Monitoring with MLflow and WandB¶

In squirrel, performance in iterstream can be calculated and logged. This is done by applying an extra method monitor() into the original chaining iterstream. It can be added into any step in the above example where it is defined. For example, you can add .monitor(callback=wandb.log) right after async_map(times_two) Then the performance of all the previous steps combined will be calculated at this point and the calculated metrics will be passed to any user-specified callback such as wandb.log().

The following is a complete example:

import wandb
import mlflow
import numpy as np

def times_two(x: float) -> float:
    return x * 2

samples = [np.random.rand(10, 10) for i in range(10 ** 4)]
batch_size = 5

with wandb.init(): # or mlflow.start_run()
    it = (
        IterableSource(samples)
        .async_map(times_two)
        .monitor(wandb.log) # or mlflow.log_metrics
        .batched(batch_size)
    )
    it.collect() # or it.take(<some int>).join()
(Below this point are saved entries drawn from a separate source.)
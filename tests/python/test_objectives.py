#!/usr/bin/python3
"""test_objectives.py - the finite, total and average objectives of sluice
checked against sources outside sluice.

References (each check names its own):
  * backward induction in numpy (objectives_ref.backward_induction;
    Puterman 1994, "Markov Decision Processes", Wiley, Section 4.5, recalled
    from memory) for the finite horizon;
  * bold play in a gambler's ruin: Dubins & Savage 1965, "How to Gamble If
    You Must", Chapter 5, and Billingsley 1995, "Probability and Measure",
    3rd ed., Section 7 (bold play is optimal for p <= 1/2; chapter and
    section numbers recalled from memory). The success probability is
    computed here in exact rational arithmetic from its functional
    equation, and it is also checked against scipy's HiGHS LP;
  * the linear program of stochastic shortest paths (Bertsekas & Tsitsiklis
    1991, Math. Oper. Res. 16(3); recalled from memory) solved with HiGHS,
    and scipy's sparse solver for the value of sluice's policy;
  * Howard 1960, "Dynamic Programming and Markov Processes", MIT Press,
    toymaker example: optimal gain 2 per period (recalled from memory; also
    derived exactly here by solving the gain/bias equations over the
    rationals for all four policies);
  * the dual LP of the average-reward problem (Puterman 1994, Section 8.8,
    recalled from memory) solved with HiGHS, and the stationary
    distribution of sluice's policy computed with numpy.

Also: improper and multichain models are refused naming a state; 1, 2 and
3 ranks agree; resuming from a checkpoint gives the same answer; verify
fails on tampered files; policy iteration checkpoints, stops on signals and
resumes where its log says, and falls back half-way to value iteration.

usage: [OBJ_PARTS=finite,total,average,pi,ranks,fallback,checkpoints,generator,pi_checkpoints,pi_midway]
       test_objectives.py SLUICE_BINARY WORKDIR
"""

import json
import os
import re
import shutil
import signal
import sys
from fractions import Fraction as F

import h5py
import numpy as np

sys.path.insert(0, os.path.dirname(os.path.abspath(__file__)))
import mdp_common as mc  # noqa: E402
import objectives_ref as R  # noqa: E402
from test_published import howard_toymaker, to_float_model  # noqa: E402
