here=$(cd "$(dirname "$0")" && pwd)
job_script="${SLUICE_JOB_SCRIPT:-$here/../../jobs/slurm/sluice-solve.sbatch}"
bin=$1
model=$2
W=$3

case "$bin" in /*) ;; *) bin="$PWD/$bin" ;; esac
case "$model" in /*) ;; *) model="$PWD/$model" ;; esac

# ---- prerequisites -------------------------------------------------------------

[ -f "$job_script" ] || prereq_fail "job script not found: $job_script"
[ -x "$bin" ] || prereq_fail "sluice binary not executable: $bin"
[ -r "$model" ] || prereq_fail "model file not readable: $model"
for tool in setsid ps awk; do
    command -v "$tool" >/dev/null 2>&1 || prereq_fail "'$tool' is not installed"
done
[ -n "${EPOCHREALTIME:-}" ] || prereq_fail "bash 5 or newer is needed (EPOCHREALTIME)"
help=$("$bin" solve --help 2>&1)
case "$help" in
    *--checkpoint*) ;;
    *) prereq_fail "'sluice solve --help' does not mention --checkpoint: checkpoints not supported by this build" ;;
esac

py=""
for cand in "${PYTHON:-}" python3 /usr/bin/python3; do
    [ -n "$cand" ] || continue
    if "$cand" -c 'import h5py, numpy' >/dev/null 2>&1; then py=$cand; break; fi
done
if [ -z "$py" ] && ! command -v h5dump >/dev/null 2>&1; then
    prereq_fail "neither python3 with h5py nor h5dump is available to read solution files"
fi

launcher="${SLUICE_TEST_LAUNCHER:-}"
if [ -z "$launcher" ]; then
    if command -v mpirun >/dev/null 2>&1; then launcher=mpirun; else launcher=none; fi
fi
ranks="${SLUICE_TEST_RANKS:-2}"
tol="${SLUICE_TEST_TOLERANCE:-1e-6}"
killwait="${SLUICE_TEST_KILLWAIT:-10}"
largs=""
if [ "$launcher" = mpirun ]; then
    if mpirun --version 2>&1 | grep -q "Open MPI"; then
        largs="--oversubscribe"
        if [ "$(id -u)" = 0 ]; then
            export OMPI_ALLOW_RUN_AS_ROOT=1 OMPI_ALLOW_RUN_AS_ROOT_CONFIRM=1
        fi
    fi
fi

# The warning signal the script asks Slurm for (#SBATCH --signal=B:SIG@SECONDS)
warn_sig=$(sed -n 's/^#SBATCH --signal=B:\([A-Z0-9]*\)@.*/\1/p' "$job_script" | head -n 1)
warn_sig=${warn_sig#SIG}
[ -n "$warn_sig" ] || prereq_fail "no '#SBATCH --signal=B:SIG@SECONDS' line in $job_script"

# ---- stand-in Slurm environment ---------------------------------------------------

mkdir -p "$W" || exit 1
W=$(cd "$W" && pwd)
rm -rf "$W/fakebin" "$W/runs"
mkdir -p "$W/fakebin" "$W/runs"
cat >"$W/fakebin/scontrol" <<'EOF'
#!/bin/sh
# stand-in scontrol: records its arguments
echo "$*" >>"$SLUICE_TEST_SCONTROL_LOG"
case "$1" in
    requeue) exit "${SLUICE_TEST_SCONTROL_RC:-0}" ;;
esac
exit 0
EOF
cat >"$W/fakebin/squeue" <<'EOF'
#!/bin/sh
# stand-in squeue: answers the remaining-time query (-o %L)
echo "$*" >>"$SLUICE_TEST_SQUEUE_LOG"
echo "${SLUICE_TEST_SQUEUE_LEFT:-UNLIMITED}"
EOF
chmod +x "$W/fakebin/scontrol" "$W/fakebin/squeue"

export PATH="$W/fakebin:$PATH"
export SLUICE_TEST_SCONTROL_LOG="$W/scontrol.log"
export SLUICE_TEST_SQUEUE_LOG="$W/squeue.log"
: >"$SLUICE_TEST_SCONTROL_LOG"
: >"$SLUICE_TEST_SQUEUE_LOG"
jobid=4242
export SLURM_JOB_ID=$jobid SLURM_JOB_NAME=sluice-solve SLURM_NTASKS=$ranks
unset SLURM_RESTART_COUNT SLURM_JOB_END_TIME SLUICE_WALLTIME SLUICE_OUTPUT SLUICE_CHECKPOINT_DIR SLUICE_REPORT \
    SLUICE_METHOD SLUICE_CHECKPOINT_EVERY SLUICE_SOLVE_ARGS SLUICE_MAX_RESTARTS SLUICE_WALLTIME_MARGIN
export SLUICE_BIN="$bin" SLUICE_MODEL="$model" SLUICE_LAUNCHER="$launcher" \
    SLUICE_LAUNCHER_ARGS="$largs" SLUICE_RANKS="$ranks" SLUICE_TOLERANCE="$tol"
# a progress line at every check, so the driver can follow the iterations
export SLUICE_SOLVE_ARGS="--progress-every 0.000001"

passed=0
failed=0
pass() { passed=$((passed + 1)); echo "PASS: $*"; }
fail() { failed=$((failed + 1)); echo "FAIL: $*"; }
check() { # check DESCRIPTION COMMAND...
    local what=$1
    shift
    if "$@"; then pass "$what"; else fail "$what"; fi
}

now_ms() { local t=${EPOCHREALTIME/[.,]/}; echo $((t / 1000)); }

# pid and all its descendants
tree() {
    ps -e -o pid= -o ppid= | awk -v r="$1" '
        { par[$1] = $2 }
        END {
            keep[r] = 1; more = 1
            while (more) { more = 0; for (p in par) if (!(p in keep) && (par[p] in keep)) { keep[p] = 1; more = 1 } }
            for (p in keep) print p
        }'
}
signal_tree() { # signal_tree SIG PID: like Slurm, signal every process of the job
    local p
    for p in $(tree "$2"); do kill -s "$1" "$p" 2>/dev/null; done
}
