//! The activation bake-off: candidates (activation, optionally initializer and learning rate)
//! × seeds × folds on the user's table, in a paired design — every candidate sees the same
//! seeds and the same folds, everything else identical — summarized with Student-t intervals
//! and Wilcoxon signed-rank tests against the best candidate.
//!
//! Runs are spread over the cores with rayon; each run depends only on its (candidate, seed,
//! fold), so results do not depend on the thread count. `shard` runs a slice of the grid for
//! batch schedulers; [`merge`] puts shard reports back together.

use crate::data::{kfold, ColumnData, DataError, EncoderSpec, Table};
use crate::fit::monitor::MonitorConfig;
use crate::fit::parallel::map_in_order;
use crate::fit::recipe::Overrides;
use crate::fit::train::TrainError;
use crate::nn::activation::Activation;
use crate::nn::init::Init;
use crate::serve::model::{FitError, Model};
use crate::serve::predict::Predictor;
use crate::sweep::cost::thread_cpu_seconds;
use crate::sweep::shard::Invocation;
use crate::sweep::stats::{mean_sd_ci95, wilcoxon};
use serde::{Deserialize, Serialize};
use std::time::Instant;

/// Name in the `format` field of sweep reports.
pub const SWEEP_FORMAT: &str = "relume-sweep";
/// Version of the sweep report layout.
pub const SWEEP_VERSION: u32 = 1;

/// One setting under comparison.
#[derive(Clone, Debug, PartialEq, Serialize, Deserialize)]
pub struct Candidate {
    /// Short label, e.g. "relu" or "elu, he, lr 1e-3".
    pub label: String,
    /// Hidden activation.
    pub activation: Activation,
    /// Initializer (None: the activation's default).
    pub init: Option<Init>,
    /// Learning rate (None: the default).
    pub lr: Option<f64>,
}

/// The grid and the design.
#[derive(Clone, Debug, PartialEq, Serialize, Deserialize)]
pub struct SweepPlan {
    /// Candidates, in order.
    pub candidates: Vec<Candidate>,
    /// Seeds 0..seeds (initialization, internal validation split and shuffling).
    pub seeds: usize,
    /// Folds of the outer split: ≥ 2 for k-fold, else one seeded holdout of `holdout`.
    pub folds: usize,
    /// Held-out fraction when `folds` < 2.
    pub holdout: f64,
    /// Seed of the outer split (the same for every candidate and seed).
    pub split_seed: u64,
    /// Settings shared by every run.
    pub base: Overrides,
}

/// One grid cell.
#[derive(Clone, Copy, Debug, PartialEq, Eq)]
pub struct Cell {
    /// Candidate index.
    pub candidate: usize,
    /// Seed.
    pub seed: u64,
    /// Fold index.
    pub fold: usize,
}

impl SweepPlan {
    /// The cartesian product of activations × initializers × learning rates (an empty list
    /// means "the default" for that axis).
    pub fn grid(
        activations: &[Activation],
        inits: &[Init],
        lrs: &[f64],
        seeds: usize,
        folds: usize,
        base: Overrides,
    ) -> SweepPlan {
        let inits: Vec<Option<Init>> = if inits.is_empty() {
            vec![None]
        } else {
            inits.iter().copied().map(Some).collect()
        };
        let lrs: Vec<Option<f64>> = if lrs.is_empty() {
            vec![None]
        } else {
            lrs.iter().copied().map(Some).collect()
        };
        let mut candidates = Vec::new();
        for &activation in activations {
            for &init in &inits {
                for &lr in &lrs {
                    let mut label = activation.to_string();
                    if let Some(i) = init {
                        label += &format!(", {}", init_label(&i));
                    }
                    if let Some(lr) = lr {
                        label += &format!(", lr {lr:e}");
                    }
                    candidates.push(Candidate {
                        label,
                        activation,
                        init,
                        lr,
                    });
                }
            }
        }
        SweepPlan {
            candidates,
            seeds: seeds.max(1),
            folds,
            holdout: 0.2,
            split_seed: 0,
            base,
        }
    }

    /// Number of outer folds actually used.
    pub fn fold_count(&self) -> usize {
        if self.folds >= 2 {
            self.folds
        } else {
            1
        }
    }

    /// Every cell, candidate-major, then seed, then fold.
    pub fn cells(&self) -> Vec<Cell> {
        let mut out = Vec::new();
        for candidate in 0..self.candidates.len() {
            for seed in 0..self.seeds as u64 {
                for fold in 0..self.fold_count() {
                    out.push(Cell {
                        candidate,
                        seed,
                        fold,
                    });
                }
            }
        }
        out
    }

    /// The outer (training, held-out) rows of every fold: the same for every candidate.
    pub fn splits(&self, rows: usize) -> Vec<(Vec<usize>, Vec<usize>)> {
        if self.folds >= 2 {
            kfold(rows, self.folds, self.split_seed)
        } else {
            vec![crate::data::holdout(rows, self.holdout, self.split_seed)]
        }
    }
}

fn init_label(init: &Init) -> String {
    match init {
        Init::He { .. } => "he".into(),
        Init::Glorot { .. } => "glorot".into(),
        Init::Lecun { .. } => "lecun".into(),
        Init::Orthogonal { .. } => "orthogonal".into(),
        Init::Constant { value } => format!("constant {value}"),
    }
}

/// The outcome of one run.
#[derive(Clone, Debug, PartialEq, Serialize, Deserialize)]
pub struct RunResult {
    /// Candidate index.
    pub candidate: usize,
    /// Seed.
    pub seed: u64,
    /// Fold index.
    pub fold: usize,
    /// RMSE on the fold's held-out rows, in target units (None if training diverged).
    pub val_rmse: Option<f64>,
    /// Epoch of the best (internal) validation loss.
    pub best_epoch: usize,
    /// Epochs run.
    pub epochs: usize,
    /// Wall time per epoch, in seconds (other cells run at the same time: see
    /// `cpu_seconds_per_epoch`).
    pub seconds_per_epoch: f64,
    /// CPU time of the thread that trained the cell, per epoch, in seconds: what the cell
    /// itself cost, whatever ran beside it ([`COST_CLOCK`]). None where the system has no
    /// per-thread clock, for diverged runs and in reports from before it existed.
    #[serde(default)]
    pub cpu_seconds_per_epoch: Option<f64>,
    /// Mean dead fraction of the hidden layers at the end.
    pub dead_fraction: f64,
    /// Mean exact-zero fraction of the hidden layers at the end.
    pub zero_fraction: f64,
    /// Why the run diverged, if it did.
    pub diverged: Option<String>,
}

/// All runs of a sweep (or of one shard of it).
#[derive(Clone, Debug, PartialEq, Serialize, Deserialize)]
pub struct SweepReport {
    /// Always [`SWEEP_FORMAT`].
    pub format: String,
    /// [`SWEEP_VERSION`].
    pub version: u32,
    /// The plan.
    pub plan: SweepPlan,
    /// (i, n) if this report holds only shard i of n.
    pub shard: Option<(usize, usize)>,
    /// Results in cell order.
    pub runs: Vec<RunResult>,
    /// What the runs trained on: see [`data_digest`] (None in reports from before it existed).
    #[serde(default, skip_serializing_if = "Option::is_none")]
    pub data: Option<String>,
    /// The command that ran this report (None in a merged report), for rerunning missing shards.
    #[serde(default, skip_serializing_if = "Option::is_none")]
    pub invocation: Option<Invocation>,
    /// How `cpu_seconds_per_epoch` was measured ([`COST_CLOCK`]; None in reports from before
    /// it existed).
    #[serde(default, skip_serializing_if = "Option::is_none")]
    pub cost_clock: Option<String>,
}

/// How a cell's training cost is measured, as reports and tables say it.
pub const COST_CLOCK: &str = "CPU time of the thread that trained the cell \
     (clock_gettime CLOCK_THREAD_CPUTIME_ID) from the start of Model::fit to its end, per \
     epoch; a cell trains one network on one thread, so cells running at the same time do not \
     add their time to it (they can still slow it through shared caches and memory); kernel \
     helper threads (RELUME_THREADS > 1) are not counted";

impl SweepReport {
    /// Pretty JSON.
    pub fn to_json(&self) -> String {
        serde_json::to_string_pretty(self).expect("a sweep report serializes")
    }

    /// Parses a sweep report, checking format and version.
    pub fn from_json(text: &str) -> Result<SweepReport, String> {
        let r: SweepReport =
            serde_json::from_str(text).map_err(|e| format!("not a sweep report: {e}"))?;
        if r.format != SWEEP_FORMAT || r.version != SWEEP_VERSION {
            return Err(format!(
                "format '{}' version {} is not {SWEEP_FORMAT} version {SWEEP_VERSION}",
                r.format, r.version
            ));
        }
        Ok(r)
    }
}

/// Runs the plan on `table` (all cells, or shard i of n: the cells whose index ≡ i mod n).
pub fn run(
    table: &Table,
    spec: &EncoderSpec,
    plan: &SweepPlan,
    shard: Option<(usize, usize)>,
) -> Result<SweepReport, FitError> {
    if let Some((i, n)) = shard {
        if n == 0 || i >= n {
            return Err(FitError::Data(DataError::Table {
                source_name: table.source.clone(),
                message: format!("shard {i}/{n}: need 0 <= i < n"),
            }));
        }
    }
    let ColumnData::Number(truth) = &table.column(&spec.target)?.data else {
        return Err(FitError::Data(DataError::Table {
            source_name: table.source.clone(),
            message: format!("the target column '{}' is not numeric", spec.target),
        }));
    };
    let splits = plan.splits(table.rows());
    let cells: Vec<Cell> = plan
        .cells()
        .into_iter()
        .enumerate()
        .filter(|(k, _)| shard.is_none_or(|(i, n)| k % n == i))
        .map(|(_, c)| c)
        .collect();
    let runs = map_in_order(&cells, |cell| {
        run_cell(table, spec, plan, &splits, truth, *cell)
    })
    .into_iter()
    .collect::<Result<Vec<_>, _>>()?;
    Ok(SweepReport {
        format: SWEEP_FORMAT.to_string(),
        version: SWEEP_VERSION,
        plan: plan.clone(),
        shard,
        runs,
        data: Some(data_digest(table, spec)),
        invocation: None,
        cost_clock: crate::sweep::cost::thread_cpu_seconds().map(|_| COST_CLOCK.to_string()),
    })
}

/// The table's size and a 64-bit FNV-1a digest of its column names and cells, with the
/// columns modelled, so that `merge` can refuse shards that ran on other data.
pub fn data_digest(table: &Table, spec: &EncoderSpec) -> String {
    let mut h = Fnv1a::default();
    for c in &table.columns {
        h.eat(c.name.as_bytes());
        match &c.data {
            ColumnData::Number(v) => v.iter().for_each(|x| h.eat(&x.to_bits().to_le_bytes())),
            ColumnData::Text(v) => v.iter().for_each(|x| match x {
                Some(t) => h.eat(t.as_bytes()),
                None => h.eat(&[0xff]),
            }),
        }
    }
    let features = spec
        .features
        .as_ref()
        .map_or("all but the target".to_string(), |f| f.join(","));
    format!(
        "{} rows × {} columns, FNV-1a {:016x}; target {}, features {features}, impute {:?}, \
         log target {}",
        table.rows(),
        table.columns.len(),
        h.0,
        spec.target,
        spec.impute,
        spec.log_target
    )
}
This will create an iterstream with the same transformation logics as it was without the method monitor, but the calculated metrics at step async_map is sent to the callback function wandb.log. (The calculated metrics is of type Dict[str, [int, float]], therefore any function takes such argument can be used to plug into the callback of monitor.)

By default, monitor calculates two metrics: Input/output operations per second (IOPS) and throughput. However, this can be configured by passing a data class squirrel.metrics.MetricsConf to the argument metrics_conf in monitor. For details, see squirrel.iterstream.metrics.

Monitoring at different locations in an iterstream in one run can be achieved by inserting monitor with different prefix:

with wandb.init(): # or mlflow.start_run()
    it = (
        IterableSource(samples)
        .monitor(wandb.log, prefix="(before async_map) ")
        .async_map(times_two)
        .monitor(wandb.log, prefix="(after async_map) ") # or mlflow.log_metrics
        .batched(batch_size)
    )
    it.collect() # or it.take(<some int>).join()

This will generate 4 instead of 2 metrics with each original metric bifurcate into two with different prefixes to track at which point the metrics are generated. (This does not interfere with metrics_conf which determines which metrics should be used in each monitor.)